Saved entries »
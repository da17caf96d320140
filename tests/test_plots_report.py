"""Pictures are real PNGs; the HTML report is one self-contained page."""
from __future__ import annotations

import base64
import json
import re

import numpy as np
import pytest

from shardtrain.forecast.calibrate import from_flops
from shardtrain.forecast.projection import forecast
from shardtrain.report import html as report
from shardtrain.report import plots

PNG_MAGIC = b"\x89PNG\r\n\x1a\n"   # the PNG signature (PNG specification, W3C/ISO 15948)


def _survey(k_list=(2, 4, 16), methods=("range", "random")):
    """A survey-shaped dict (the schema `shardtrain survey --json` writes) for a ring-like
    graph of 64 vertices per worker: rows sent to the two ring neighbours (range) or to
    everyone (random)."""
    rng = np.random.default_rng(0)
    plans = []
    for m in methods:
        for k in k_list:
            if m == "range":
                s = np.zeros((k, k), dtype=np.int64)
                for p in range(k):
                    s[p, (p + 1) % k] += 8
                    s[p, (p - 1) % k] += 8
            else:
                s = rng.integers(1, 20, size=(k, k))
            np.fill_diagonal(s, 0)
            pair = (s * 16 * 4 + s.T * 16 * 4).tolist()
            halo = s.sum(axis=0)
            plans.append({
                "method": m, "workers": k, "edge_cut": int(s.sum()),
                "replication_factor": float(1 + halo.sum() / (64 * k)),
                "max_memory_bytes": 50 * 2**20,
                "shards": [{"worker": w, "owned": 64, "halo": int(halo[w]), "local_edges": 256,
                            "memory_bytes": 50 * 2**20} for w in range(k)],
                "traffic": {"forward_bytes": int(s.sum() * 64), "backward_bytes": int(s.sum() * 64),
                            "allreduce_bytes": 1000 * k, "send_rows": s.tolist(),
                            "pair_bytes": pair,
                            "allreduce_bytes_per_worker": [1000] * k},
                "imbalance": {"owned": {"max_over_mean": 1.0}, "halo": {"max": float(halo.max())}}})
    hops = [{"layer": 0, "d_in": 32, "d_out": 16, "transform_first": True, "forward_width": 16,
             "backward_width": 16},
            {"layer": 1, "d_in": 16, "d_out": 4, "transform_first": True, "forward_width": 4,
             "backward_width": 4}]
    return {"graph": {"vertices": 64 * max(k_list), "edges": 1000, "classes": 4},
            "model": {"layers": 2, "hidden": 16, "dtype": "float32", "dims": [[32, 16], [16, 4]],
                      "parameters": 32 * 16 + 16 * 4, "hops": hops},
            "plans": plans}


def _run(k=4, epochs=30):
    rng = np.random.default_rng(2)
    loss = np.exp(-np.arange(epochs) / 10) + 0.2
    return {"settings": {"workers": k, "method": "range", "epochs": epochs},
            "graph": {"vertices": 1024, "edges": 1000},   # the survey's graph
            "epochs": [{"epoch": e, "loss": float(loss[e]), "train_acc": 0.5 + e / 80,
                        "val_acc": 0.45 + e / 90, "test_acc": 0.44 + e / 95, "epoch_s": 0.01}
                       for e in range(epochs)],
            "traffic": {"measured_payload_bytes": 123456, "predicted_payload_bytes": 123456,
                        "pair_bytes": (rng.integers(0, 1000, (k, k)) * (1 - np.eye(k))).tolist()},
            "workers": [{"worker": w, "compute_s": 1.0 + 0.1 * w, "exchange_s": 0.3,
                         "allreduce_s": 0.1, "wait_s": 0.2 - 0.05 * w, "bytes_sent": 1000,
                         "bytes_received": 900, "cpu_s": 1.4, "peak_rss_bytes": 80 * 2**20}
                        for w in range(k)]}


def _forecast():
    return forecast(_survey(), link_gbps_list=[1, 10, 100], latency_us=20,
                    calibration=from_flops(2e9), target_epoch_s=1e-3)


def _assert_pngs(paths, n):
    assert len(paths) == n
    for p in paths:
        with open(p, "rb") as fh:
            data = fh.read()
        assert data.startswith(PNG_MAGIC) and len(data) > 5000, p


def test_survey_plots_write_pngs(tmp_path):
    _assert_pngs(plots.survey_plots(_survey(), tmp_path), 2)


def test_heatmap_plan_is_the_largest_with_least_traffic():
    chosen = plots.pick_heatmap_plan(_survey()["plans"])
    assert chosen["workers"] == 16 and chosen["method"] == "range"


def test_heatmap_for_64_workers(tmp_path):
    m = np.random.default_rng(0).integers(0, 10**6, (64, 64))
    np.fill_diagonal(m, 0)
    _assert_pngs([plots.traffic_heatmap(m, "64 workers", tmp_path, "h.png")], 1)


def test_run_plots_write_pngs(tmp_path):
    _assert_pngs(plots.run_plots(_run(), tmp_path), 3)


def test_forecast_plots_write_pngs(tmp_path):
    _assert_pngs(plots.forecast_plots(_forecast(), tmp_path), 2)


def test_document_kinds_are_detected_by_keys():
    assert report.document_kind(_survey()) == "survey"
    assert report.document_kind(_run()) == "run"
    assert report.document_kind(_forecast()) == "forecast"
    assert report.document_kind({"something": 1}) is None


def _check_self_contained(text: str) -> None:
    # no link to anything outside the page: no URLs, no external src/href, no scripts
    # (searched outside the embedded base64 data, where any letters may occur)
    markup = re.sub(r"data:image/png;base64,[A-Za-z0-9+/=]+", "data:", text)
    assert not re.search(r"https?:|ftp:|//[a-z]|url\(|@import", markup, flags=re.I)
    assert "<script" not in text.lower() and "href=" not in text.lower()
    srcs = re.findall(r'src="([^"]*)"', text)
    assert srcs and all(s.startswith("data:image/png;base64,") for s in srcs)
    for s in srcs:
        assert base64.b64decode(s.split(",", 1)[1]).startswith(PNG_MAGIC)


@pytest.mark.slow
def test_report_of_a_folder_is_self_contained(run_cli, tmp_path):
    folder = tmp_path / "run"
    folder.mkdir()
    (folder / "survey.json").write_text(json.dumps(_survey()))
    (folder / "run.json").write_text(json.dumps(_run()))
    (folder / "forecast.json").write_text(json.dumps(_forecast()))
    (folder / "other.json").write_text("{}")   # not ours: skipped in a folder
    out = tmp_path / "report.html"
    r = run_cli("report", folder, "--html", out)
    assert r.returncode == 0, r.stderr
    text = out.read_text()
    _check_self_contained(text)
    assert len(re.findall(r"<img ", text)) == 2 + 3 + 2
    for heading in ("Survey of partition plans", "Training run", "Forecast"):
        assert heading in text
    # the survey comes first, then the run, then the forecast
    assert text.index("Survey of") < text.index("Training run") < text.index("<h2>Forecast")


def test_report_bad_inputs_exit_2(run_cli, tmp_path):
    out = tmp_path / "r.html"
    bad = tmp_path / "bad.json"
    bad.write_text("{not json")
    for args in ([bad], [tmp_path / "missing.json"], [tmp_path]):
        r = run_cli("report", *args, "--html", out)
        assert r.returncode == 2 and len(r.stderr.strip().splitlines()) == 1, r.stderr
        assert not out.exists()
    r = run_cli("report", bad, "--html", tmp_path / "nofolder" / "r.html")
    assert r.returncode == 2 and "--html" in r.stderr


def test_run_heatmap_counts_halo_rows_only():
    run = _run(k=2)
    run["traffic"]["breakdown"] = [
        {"src": 0, "dst": 1, "kind": "halo", "layer": 0, "direction": "forward",
         "measured_payload_bytes": 100},
        {"src": 0, "dst": 1, "kind": "halo", "layer": 0, "direction": "eval",
         "measured_payload_bytes": 50},
        {"src": 1, "dst": 0, "kind": "allreduce", "layer": -1, "direction": "all",
         "measured_payload_bytes": 999}]
    m, what = plots.measured_pair_bytes(run)
    assert m.tolist() == [[0, 150], [0, 0]] and "halo" in what


# ---------------------------------------------------------------- --plot and the run JSON

@pytest.fixture(scope="module")
def small_graph_file(tmp_path_factory):
    from helpers import depot_graph, save_graph

    path = tmp_path_factory.mktemp("plotgraph") / "depots.npz"
    save_graph(path, depot_graph(n=200))
    return path


@pytest.mark.slow
def test_train_and_survey_plot_option_write_pngs(run_cli, small_graph_file, tmp_path):
    r = run_cli("train", small_graph_file, "--workers", "2", "--method", "random",
                "--epochs", "3", "--quiet", "--json", tmp_path / "run.json",
                "--plot", tmp_path / "run-plots")
    assert r.returncode == 0, r.stderr
    _assert_pngs(sorted(map(str, (tmp_path / "run-plots").glob("*.png"))), 3)
    r = run_cli("survey", small_graph_file, "--workers", "2,4", "--method", "random,range",
                "--plot", tmp_path / "survey-plots")
    assert r.returncode == 0, r.stderr
    _assert_pngs(sorted(map(str, (tmp_path / "survey-plots").glob("*.png"))), 2)


def test_run_json_names_the_graph_size_as_the_survey_does(small_graph_file, tmp_path, run_cli):
    # reference library: networkx counts the vertices and undirected edges of the bundle
    import networkx as nx

    r = run_cli("train", small_graph_file, "--reference", "--epochs", "2", "--quiet",
                "--json", tmp_path / "ref.json")
    assert r.returncode == 0, r.stderr
    with np.load(small_graph_file, allow_pickle=False) as z:
        g = nx.Graph()
        g.add_nodes_from(range(int(z["num_vertices"])))
        g.add_edges_from(z["edges"].tolist())
    graph = json.loads((tmp_path / "ref.json").read_text())["graph"]
    assert (graph["vertices"], graph["edges"]) == (g.number_of_nodes(), g.number_of_edges())
    assert "num_vertices" not in graph and "num_edges" not in graph


@pytest.mark.slow
@pytest.mark.parametrize("command", ["train", "survey"])
def test_bad_plot_folder_is_refused_before_work(run_cli, small_graph_file, tmp_path, command):
    extra = ["--reference", "--epochs", "2"] if command == "train" else []
    for bad in (tmp_path / "missing" / "plots", small_graph_file):
        r = run_cli(command, small_graph_file, *extra, "--json", tmp_path / "out.json",
                    "--plot", bad)
        assert r.returncode == 2 and len(r.stderr.strip().splitlines()) == 1, r.stderr
        assert "--plot" in r.stderr and "Traceback" not in r.stderr
        assert not (tmp_path / "out.json").exists() and not (tmp_path / "missing").exists()


def test_survey_heatmap_draws_the_plan_asked_for(tmp_path, monkeypatch):
    doc = _survey()
    drawn = []
    real = plots.traffic_heatmap
    monkeypatch.setattr(plots, "traffic_heatmap", lambda pair, title, *rest: (
        drawn.append((pair, title)) or real(pair, title, *rest)))
    html_text = report.survey_section(doc, tmp_path, plan={"method": "random", "workers": 4})
    assert "survey traffic heatmap" in html_text
    want = next(p for p in doc["plans"] if p["method"] == "random" and p["workers"] == 4)
    assert drawn == [(want["traffic"]["pair_bytes"],
                      "predicted halo traffic per training epoch, random on 4 workers")]
    drawn.clear()
    report.survey_section(doc, tmp_path)           # default: the largest, least traffic
    assert drawn[0][1] == "predicted halo traffic per training epoch, range on 16 workers"
    assert report.find_plan(doc["plans"], {"method": "random", "workers": 4}) is \
        next(p for p in doc["plans"] if p["method"] == "random" and p["workers"] == 4)
    assert report.find_plan(doc["plans"], {"method": "random", "workers": 3}) is None


def test_build_html_keeps_pictures_in_plot_dir_and_puts_the_intro_first(tmp_path):
    docs = [("survey.json", "survey", _survey()), ("run.json", "run", _run())]
    page = report.build_html(docs, "t", plot_dir=tmp_path / "plots",
                             intro_html="<p>INTRO</p>")
    _check_self_contained(page)
    assert page.index("<p>INTRO</p>") < page.index("Survey of partition plans")
    assert len(list((tmp_path / "plots").glob("*.png"))) == 2 + 3


def test_method_styles_differ_in_marker_and_dash():
    styles = plots.method_styles(["metis", "metis-volume", "fennel", "random", "range"])
    looks = {(s["marker"], str(s["linestyle"])) for s in styles.values()}
    assert len({s["marker"] for s in styles.values()}) == 5
    assert len({str(s["linestyle"]) for s in styles.values()}) == 5 and len(looks) == 5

Work required »
Show every line of the entries above where the word "findall" occurs.

Answer space »
    srcs = re.findall(r'src="([^"]*)"', text)
    assert len(re.findall(r"<img ", text)) == 2 + 3 + 2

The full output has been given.